How to Raise a Jerk

How to Raise a Jerk…
No one that I know would appreciate being a considered a “jerk”, and no one enjoys being in the company of a “jerk”.   So when I saw this article title it caught my eye.  The article was worth sharing.  We all want to raise our children to be healthy positive productive members of society.   Interestingly enough, I think that in our attempts to raise each child to their fullest potential, we may be unintentionally doing harm and not good. 

Some leaders say too many who work hard at building children’s self-esteem are raising kids who will exhibit a lifestyle of entitlement and egotism. Other specialists say those who talk about children being innately bad are raising a generation that feels inferior and insignificant. Every expert has an opinion and it’s hard to know where the line actually is. Many promote their agenda by pushing the opposing opinion to the extreme.
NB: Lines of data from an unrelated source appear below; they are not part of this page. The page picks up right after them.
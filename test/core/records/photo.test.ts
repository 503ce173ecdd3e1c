// The photo record kind (issue 25, the photos contract): good records pass, each broken field is refused
// naming it, the caption keeps the one text rule, the hash is 64 lower-case hex digits, sizes are bounded.
import { describe, expect, it } from 'vitest';
import {
  fromSyncRecord, isSha256Hex, MAX_PHOTO_BYTES, RecordValidationError, SYNC_KINDS, toSyncRecord, validateBody, validatePhotoBody,
  validateSyncRecord, type PhotoRecord,
} from '../../../core/records/index';
import { photo, sha256Hex } from '../../support/photos';

const SITE = '0b6f1f3e-6a53-4f7c-9a53-1d2f6e1b7c10';
const READING = '5d1c7a2e-3b4f-4c6d-8e9f-0a1b2c3d4e5f';

function fieldOf(fn: () => void): string {
  try {
    fn();
  } catch (e) {
    expect(e).toBeInstanceOf(RecordValidationError);
    return (e as RecordValidationError).field;
  }
  throw new Error('expected a RecordValidationError');
}

describe('the photo record', () => {
  it('is a kind that syncs', () => {
    expect(SYNC_KINDS).toContain('photo');
  });

  it('accepts a good photo of a reading, a gauging and a site, with and without caption and original', () => {
    expect(() => validatePhotoBody(photo(SITE, READING))).not.toThrow();
    expect(() => validatePhotoBody(photo(SITE, READING, { owner: { kind: 'gauging', id: READING } }))).not.toThrow();
    expect(() => validatePhotoBody(photo(SITE, READING, { owner: { kind: 'site', id: SITE } }))).not.toThrow();
    const { caption: _c, ...noCaption } = photo(SITE, READING);
    expect(() => validatePhotoBody(noCaption)).not.toThrow();
    expect(() => validatePhotoBody(photo(SITE, READING, { original: { sha256: sha256Hex('original'), bytes: MAX_PHOTO_BYTES, type: 'image/png' } }))).not.toThrow();
    // Bounds are inclusive: 1 byte, 1 px and 20,000 px (the contract's table).
    expect(() => validatePhotoBody(photo(SITE, READING, { bytes: 1, width_px: 1, height_px: 20_000 }))).not.toThrow();
    expect(() => validateBody('photo', photo(SITE, READING, { caption: 'x'.repeat(500) }))).not.toThrow();
  });

  it('knows a SHA-256 digest when it sees one', () => {
    // FIPS 180-2, Appendix B.1: SHA-256("abc").
    const abc = 'ba7816bf8f01cfea414140de5dae2223b00361a396177a9cb410ff61f20015ad';
    expect(sha256Hex('abc')).toBe(abc);
    expect(isSha256Hex(abc)).toBe(true);
    expect(isSha256Hex(abc.toUpperCase())).toBe(false);
    expect(isSha256Hex(abc.slice(1))).toBe(false);
    expect(isSha256Hex(`${abc}0`)).toBe(false);
    expect(isSha256Hex(`${abc.slice(1)}g`)).toBe(false);
  });

  // Each row: a broken photo and the field its refusal must name.
  const cases: [string, Record<string, unknown>, string][] = [
    ['site id not a UUID', { siteId: 'KC-01' }, 'siteId'],
    ['owner of an unknown kind', { owner: { kind: 'rating', id: READING } }, 'owner.kind'],
    ['owner id missing', { owner: { kind: 'reading' } }, 'owner.id'],
    ['site photo naming another site', { owner: { kind: 'site', id: READING } }, 'owner.id'],
    ['hash in capitals', { sha256: sha256Hex('x').toUpperCase() }, 'sha256'],
    ['hash too short', { sha256: sha256Hex('x').slice(0, 63) }, 'sha256'],
    ['hash with a prefix', { sha256: `sha256-${sha256Hex('x')}` }, 'sha256'],
    ['no bytes', { bytes: 0 }, 'bytes'],
    ['bytes over 16 MiB', { bytes: MAX_PHOTO_BYTES + 1 }, 'bytes'],
    ['fractional bytes', { bytes: 10.5 }, 'bytes'],
    ['type not an image', { type: 'application/pdf' }, 'type'],
    ['type of an image not kept', { type: 'image/gif' }, 'type'],
    ['width 0', { width_px: 0 }, 'width_px'],
    ['height over 20,000 px', { height_px: 20_001 }, 'height_px'],
    ['time with a fraction', { taken_ms: 1.5 }, 'taken_ms'],
    ['caption of 501 characters', { caption: 'x'.repeat(501) }, 'caption'],
    ['caption with a NUL', { caption: 'weed\u0000' }, 'caption'],
    ['caption with a lone surrogate', { caption: 'ice \ud800' }, 'caption'],
    ['caption not text', { caption: 5 }, 'caption'],
    ['original without hash', { original: { bytes: 10, type: 'image/jpeg' } }, 'original.sha256'],
    ['original over 16 MiB', { original: { sha256: sha256Hex('o'), bytes: MAX_PHOTO_BYTES + 1, type: 'image/jpeg' } }, 'original.bytes'],
    ['original of another type', { original: { sha256: sha256Hex('o'), bytes: 10, type: 'image/heic' } }, 'original.type'],
  ];
  it.each(cases)('refuses %s, naming the field', (_name, change, field) => {
    expect(fieldOf(() => validatePhotoBody({ ...photo(SITE, READING), ...change }))).toBe(field);
  });

  it('says what was wrong and what is needed', () => {
    expect(() => validatePhotoBody(photo(SITE, READING, { bytes: 0 }))).toThrow('photo bytes must be a whole number from 1 to 16777216 (bytes); got 0');
    expect(() => validatePhotoBody(photo(SITE, READING, { caption: 'a\u0007b' }))).toThrow(/control character \(U\+0007\) at character 2/);
  });

  it('travels as a sync record and back unchanged, tombstone included', () => {
    const stored: PhotoRecord = { ...photo(SITE, READING), id: READING, rev: '1767225600000-000001-dev', updated_ms: 1_767_225_600_000 };
    const sync = toSyncRecord('photo', stored);
    expect(() => validateSyncRecord(sync)).not.toThrow();
    expect(fromSyncRecord(sync)).toEqual(stored);
    const gone = toSyncRecord('photo', { ...stored, deleted: true });
    expect(gone.deleted).toBe(true);
    expect(fieldOf(() => validateSyncRecord({ ...sync, body: { ...sync.body, sha256: 'nope' } }))).toBe('sha256');
  });
});
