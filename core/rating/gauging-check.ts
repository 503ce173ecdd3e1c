// How one gauging checks the rating: the one home of a gauging's deviation, used by the gauging list and
// entry, and by the rating plot's marks. The measured discharge is compared with the discharge the rating
// in force at the gauging's time gives at its stage WITH the shift in force then (dischargeAtTime): that
// is the discharge the record carried for that moment, so a gauging checks the rating as it was applied.
// A gauging taken to set a new shift shows its deviation from the shifted rating (and the shift it implies).
import { checksRating, type MeasurementGrade } from './grade';
import { dischargeAtTime, hasDischarge, type DatedRating } from './in-force';
import { shiftFor } from './shift';

/** What a deviation needs of a gauging: its time (UTC ms), mean stage (m), discharge (m³/s) and grade. */
export interface GaugedPoint {
  time_ms: number;
  meanStage_m: number;
  discharge_m3s: number;
  grade: MeasurementGrade;
}

/** A gauging against its rating: deviation (%), whether it checks within its grade, shifts (m). */
export interface GaugingCheck {
  ratingId: string;
  /** Discharge the rating in force (with its shift) gives at the gauging's stage and time, m³/s. */
  rated_m3s: number;
  /** 100·(Q_measured − Q_rated)/Q_rated, percent. */
  deviation_pct: number;
  /** |deviation| within the grade's limit (common practice: excellent 2 %, good 5 %, fair 8 %). */
  checks: boolean;
  /** The shift (m) that would pass the base rating through the gauging. */
  impliedShift_m: number;
  /** The shift (m) already applied at that time and stage. */
  appliedShift_m: number;
}

/**
 * The check of a gauging against the rating in force at its time among `ratings`, with the shift in
 * force then; undefined when no rating is in force or it rates no flow at that stage.
 */
export function gaugingCheck(gauging: GaugedPoint, ratings: readonly DatedRating[]): GaugingCheck | undefined {
  const at = dischargeAtTime(ratings, gauging.time_ms, gauging.meanStage_m);
  const rating = ratings.find((r) => r.id === at.ratingId);
  if (!rating || !hasDischarge(at.discharge_m3s) || !(at.discharge_m3s > 0)) return undefined;
  const deviation_pct = (100 * (gauging.discharge_m3s - at.discharge_m3s)) / at.discharge_m3s;
  return {
    ratingId: rating.id,
    rated_m3s: at.discharge_m3s,
    deviation_pct,
    checks: checksRating(deviation_pct, gauging.grade),
    impliedShift_m: shiftFor(rating, { stage_m: gauging.meanStage_m, discharge_m3s: gauging.discharge_m3s }),
    appliedShift_m: at.shift_m,
  };
}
One of the keys to parenting with balance is helping your children develop an attitude of humility. Every child has the potential to grow up and understand why it’s important to “put others first.” There is just a fine line between raising kids who have a healthy self-esteem and kids who are too egotistical. A life of arrogance that goes unchecked can result in a sad and lonely existence for someone, and frankly there are enough self-centered people around. How does someone develop an over inflated sense of self-worth and entitlement?
Here are a few ideas to help you effectively raise a jerk:
Protect them from the consequences of their own mistakes.
Make sure you do whatever they can do for themselves.
Keep them away from anyone who thinks differently than they do.
Try to give them everything they want.
Tell them over and over again you just want them to be happy.
Convince them that they are more special than other kids.
Always take their side when they get in trouble with their teacher at school.
Always take their side whenever they are in a conflict with a friend.
Keep insisting that they are the best player on the team.
Don’t give them consistent opportunities to help or serve other people.
Never require them to do chores.
Reinforce their prejudices about people from different cultures or backgrounds.
Make your relationship with them more important than your relationship with your spouse.
Teach them that life is always fair
Rarely express genuine gratitude to those who help you.
Teach them to talk more than they listen.
Never let them hear you say “I was wrong. I am sorry.”
(Reggie Joiner)
This blog is not intended to produce guilt or shame, and I am certainly guilty of many of the items on this list!  It was just eye-opening and a different perspective than most philosophies out there right now.  I do believe that we are asked to humble ourselves…and teach our children humility.  It starts with me admitting when I am wrong, and walking my child through disappointments instead of washing them away with words.  It means investing the time to teach them deep character traits…even ones that may create or cause pain.  I would love to raise a child that looked to the interests of others first, who did not have to be the best, who could handle disappointment, and who did not believe they were entitled to all that the world has to offer.   Betting you would too. 
May you be a blessing and may you be blessed!